In [6]:
import pandas as pd
import os
os.chdir('c:\\datacamp\\data\\')

# Writing Functions in Python

## Chapter 1 - Best Practices

### Docstrings

As a best practice, including docstrings in your custom functions makes the code much easier to use, read and maintain. Consider the complex function below, as is, the reader would have to spend some time deciphering the code. 

In [1]:
def split_and_stack(df, new_names):
    half = int(len(df.columns)/2)
    left = df.iloc[:, :half]
    right = df.iloc[:, half:]
    return pd.DataFrame(data = np.vstack([left.values, right.values]), columns = new_names)

With a docstring though, it is much easier to tell what the expected inputs and outputs should be as well as tells what the function does.

In [3]:
def split_and_stack(df, new_names):
    '''Split a DataFrame's columns into two halves and then stack them vertically, returning a new DataFrame with 'new_names'
    as the column names
    
    Args:
    df(DataFrame): The name of the DataFrame to split
    new_names (iterable of str): The column names for the new DataFrame
    
    Returns:
    DataFrame'''
    
    half = int(len(df.columns)/2)
    left = df.iloc[:, :half]
    right = df.iloc[:, half:]
    return pd.DataFrame(data = np.vstack([left.values, right.values]), columns = new_names)

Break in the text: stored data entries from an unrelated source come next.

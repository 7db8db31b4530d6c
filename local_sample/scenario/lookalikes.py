"""Honest places that look like farms, and honest communities that the core does not reach."""

from collections.abc import Callable

import numpy as np

from scenario.honest import HonestWeb
from scenario.settings import Settings
from scenario.web import IntArray, Web, WeightedGroups, choose, draw_words, power_law
from scenario.words import ADJECTIVES, BOATS, ISLES, PEOPLE, PURSUITS, TOWNS, TRADES

# Platforms whose users' hosts link home: domain, users at scale 1. The first is a public suffix of the
# sample's own rules, so its users have domains of their own; the others' users share the platform's.
HOSTING_PLATFORMS = (("pages-harbourhost.example", 260), ("driftpages.example", 190), ("shopkeel.test", 120))


def plant(web: Web, honest: HonestWeb, settings: Settings) -> None:
    """Plant the look-alikes that the settings name."""
    planters: dict[str, Callable[[Web, HonestWeb, Settings, np.random.Generator], None]] = {
        "fishing_coop": _fishing_coop,
        "island_blogs": _island_blogs,
        "platform": _platforms,
        "footer_credit": _footer_credits,
        "web_ring": _web_ring,
        "office_portal": _office_portal,
    }
    for name in settings.lookalikes:
        planters[name](web, honest, settings, settings.random(f"lookalike {name}"))


def _link_among(web: Web, members: IntArray, rng: np.random.Generator, fewest_links: int) -> None:
    """Seven in ten members link to others of the community, a few of them much liked."""
    linkers = members[rng.random(len(members)) < 0.7]
    degree = np.floor(fewest_links * power_law(rng.random(len(linkers)), 1.9, 12.0)).astype(np.int64)
    sources = np.repeat(linkers, degree)
    liking = WeightedGroups(
        np.zeros(len(members), dtype=np.int64), power_law(rng.random(len(members)), 0.9, 900.0)
    )
    web.add_links(
        sources, members[liking.draw(np.zeros(len(sources), dtype=np.int64), rng.random(len(sources)))]
    )


def _fishing_coop(web: Web, honest: HonestWeb, settings: Settings, rng: np.random.Generator) -> None:
    """Boats, harbour co-operatives and their federation, under another top-level domain.

    Nothing outside links in, so no core member reaches them; they link out to the coast.
    """
    truth = {"role": "community", "shape": "fishing_coop", "group": "fishing_coop"}
    federation = web.add_hosts(["www.fishing-coops.test"], **truth)
    harbours = web.add_hosts([f"{town}-coop.test" for town in TOWNS[:14]], **truth)
    count = settings.scaled(440, at_least=30)
    port = (rng.random(count) * len(harbours)).astype(np.int64)
    boat = draw_words(rng, BOATS, count)
    boats = web.add_hosts(
        [
            f"{name}{number}.{TOWNS[place]}-boats.test"
            for number, (name, place) in enumerate(zip(boat, port, strict=True))
        ],
        **truth,
    )
    web.add_links(boats, harbours[port])
    web.add_links(harbours[port], boats)
    web.add_links(harbours, federation)
    web.add_links(federation, harbours)
    web.add_links(choose(rng, boats, count // 3), federation)
    _link_among(web, boats, rng, 3)
    out = choose(rng, boats, count // 4)
    web.add_links(out, honest.hubs[(rng.random(len(out)) * len(honest.hubs)).astype(np.int64)])


def _island_blogs(web: Web, honest: HonestWeb, settings: Settings, rng: np.random.Generator) -> None:
    """Blogs of four islands, each island a public suffix of its own; nobody on the coast links to them."""
    count = settings.scaled(320, at_least=30)
    who, where, what = (draw_words(rng, words, count) for words in (PEOPLE, ISLES, PURSUITS))
    blogs = web.add_hosts(
        [
            f"{person}-{pursuit}.{isle}.isles.example"
            for person, isle, pursuit in zip(who, where, what, strict=True)
        ],
        role="community",
        shape="island_blogs",
        group="island_blogs",
    )
    _link_among(web, blogs, rng, 6)
    out = choose(rng, blogs, count // 3)
    web.add_links(out, honest.hubs[(rng.random(len(out)) * len(honest.hubs)).astype(np.int64)])


def _platforms(web: Web, honest: HonestWeb, settings: Settings, rng: np.random.Generator) -> None:
    """Hosting platforms: users link home in the footer, friends on the coast link to the users."""
    for domain, users_at_scale_1 in HOSTING_PLATFORMS:
        count = settings.scaled(users_at_scale_1, at_least=12)
        home = web.add_hosts([f"www.{domain}"], role="lookalike", shape="platform", group=domain)
        person, about = draw_words(rng, PEOPLE, count), draw_words(rng, TRADES, count)
        users = web.add_hosts(
            [f"{who}-{what}.{domain}" for who, what in zip(person, about, strict=True)],
            shape="platform",
            group=domain,
        )
        web.add_links(users[rng.random(count) < 0.85], home)
        web.add_links(home, choose(rng, users, count // 8))
        friends = choose(rng, honest.people(), count)
        web.add_links(friends, users[(rng.random(len(friends)) * count).astype(np.int64)])
        web.add_links(choose(rng, honest.by_kind["press"], 3), home)
        sources = np.repeat(users[rng.random(count) < 0.5], 5)
        web.add_links(
            sources, honest.linkers[(rng.random(len(sources)) * len(honest.linkers)).astype(np.int64)]
        )


def _footer_credits(web: Web, honest: HonestWeb, settings: Settings, rng: np.random.Generator) -> None:
    """Designers credited in the footers of their clients, who are ordinary shops."""
    for name, clients_at_scale_1 in (("tidewright-design", 260), ("quillandkeel", 110)):
        group = f"{name}.co.example"
        designer = web.add_hosts([f"www.{group}"], role="lookalike", shape="footer_credit", group=group)
        clients = choose(rng, honest.by_kind["shops"], settings.scaled(clients_at_scale_1, at_least=12))
        web.mark(clients, role="good", shape="footer_credit", group=group)
        web.add_links(clients, designer)
        web.add_links(designer, choose(rng, clients, 15))


def _web_ring(web: Web, honest: HonestWeb, settings: Settings, rng: np.random.Generator) -> None:
    """A hobby ring: every member links to the next, to the one before and to the ring's own page."""
    count = settings.scaled(48, at_least=12)
    truth = {"role": "lookalike", "shape": "web_ring", "group": "lighthouse-ring.example"}
    home = web.add_hosts(["lighthouse-ring.example"], **truth)
    names = zip(draw_words(rng, PEOPLE, count), draw_words(rng, ADJECTIVES, count), strict=True)
    ring = web.add_hosts([f"{person}-{word}-lamp.example" for person, word in names], **truth)
    web.add_links(ring, np.roll(ring, -1))
    web.add_links(ring, np.roll(ring, 1))
    web.add_links(ring, home)
    web.add_links(home, ring)
    web.add_links(choose(rng, honest.people(), 4), choose(rng, ring, 4))


def _office_portal(web: Web, honest: HonestWeb, settings: Settings, rng: np.random.Generator) -> None:
    """A municipal portal that all its offices link to and that links back: the shape of an optimal farm."""
    group = "coast-services.gov.example"
    count = settings.scaled(70, at_least=12)
    portal = web.add_hosts([f"www.{group}"], role="lookalike", shape="office_portal", group=group)
    offices = web.add_hosts(
        [f"office{number}.{group}" for number in range(count)], shape="office_portal", group=group
    )
    web.add_links(offices, portal)
    web.add_links(portal, offices)
    web.add_links(choose(rng, honest.by_kind["councils"], 6), choose(rng, offices, 6))
    web.add_links(choose(rng, honest.by_kind["press"], 2), portal)
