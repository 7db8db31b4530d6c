"""Writes a scenario as the input files of a run."""

import csv
from pathlib import Path

import pyarrow as pa
import pyarrow.parquet as pq

from scenario.build import Scenario

CRAWL = "2026-11"


def write_inputs(scenario: Scenario, folder: Path) -> None:
    """Write the edges, partitioned, and `core.csv`, `known_spam.csv` and `truth.csv` below `folder`.

    Files of an earlier scenario with the same names are overwritten.
    """
    edges = scenario.edges
    part = edges["part"].to_numpy()
    columns = edges.drop_columns(["part"])
    for number in sorted(set(part.tolist())):
        target = folder / "edges" / f"crawl={CRAWL}" / f"part={number}"
        target.mkdir(parents=True, exist_ok=True)
        rows = columns.filter(pa.array(part == number))
        pq.write_table(rows, target / "links.parquet", compression="zstd", compression_level=15)
    write_csv(scenario.core, folder / "core.csv")
    write_csv(scenario.known_spam, folder / "known_spam.csv")
    write_csv(scenario.truth, folder / "truth.csv")


def write_csv(table: pa.Table, path: Path) -> None:
    """Write a table of strings as RFC 4180 has it, but with LF, in UTF-8."""
    with path.open("w", encoding="utf-8", newline="") as file:
        writer = csv.writer(file, lineterminator="\n")
        writer.writerow(table.column_names)
        writer.writerows(zip(*(column.to_pylist() for column in table.columns), strict=True))
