"""An invented web: the Saltmere coast, its harbour towns and what links to them.

Every name is reserved (`.example`, `.test`, `localhost`, documentation addresses). The web is planted, so
the truth about every host is known; nothing in it says how common a shape is on a real web.

Data flow: `settings` -> `web` (hosts and links as they are planted) <- `honest` (institutions, businesses,
people) <- `lookalikes` (honest places that look like farms) <- `farms` -> `lists` (core, known spam) and
`rows` (spellings, duplicates, refused rows) -> `build.generate` -> `files` (Parquet, CSV).
"""

from scenario.build import Graph, Scenario, generate
from scenario.files import write_inputs
from scenario.settings import FARM_SHAPES, LOOKALIKES, Settings

__all__ = ["FARM_SHAPES", "LOOKALIKES", "Graph", "Scenario", "Settings", "generate", "write_inputs"]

#### Anatomy of a Docstring

A docstring is a string written as the first line of a function. Triple quotes are used to enable multiple lines of comments. It should include some if not all of the following:
> Description of what the function does<br>
> Description of the arguments, if any<br>
> Description of the return value(s), if any<br>
> Description of errors raised, if any<br>
> Optional extra notes or examples of usage<br>

#### Docstring Format Options

The Python community has developed several format styles for docstrings, with Google style and numpydoc being the most popular style:
> Google Style
> numpydoc
> reStructuredText
> EpyText

#### Google Style

In Google Style, the docstring starts with a concise description of what the function does, using imperative language: Verb action on Noun

Next comes the Args section, listing each argument and the expected type in parenthesis and what its role is in the function. 

Next section is the Returns section, listing the expected type(s) of what gets returned. 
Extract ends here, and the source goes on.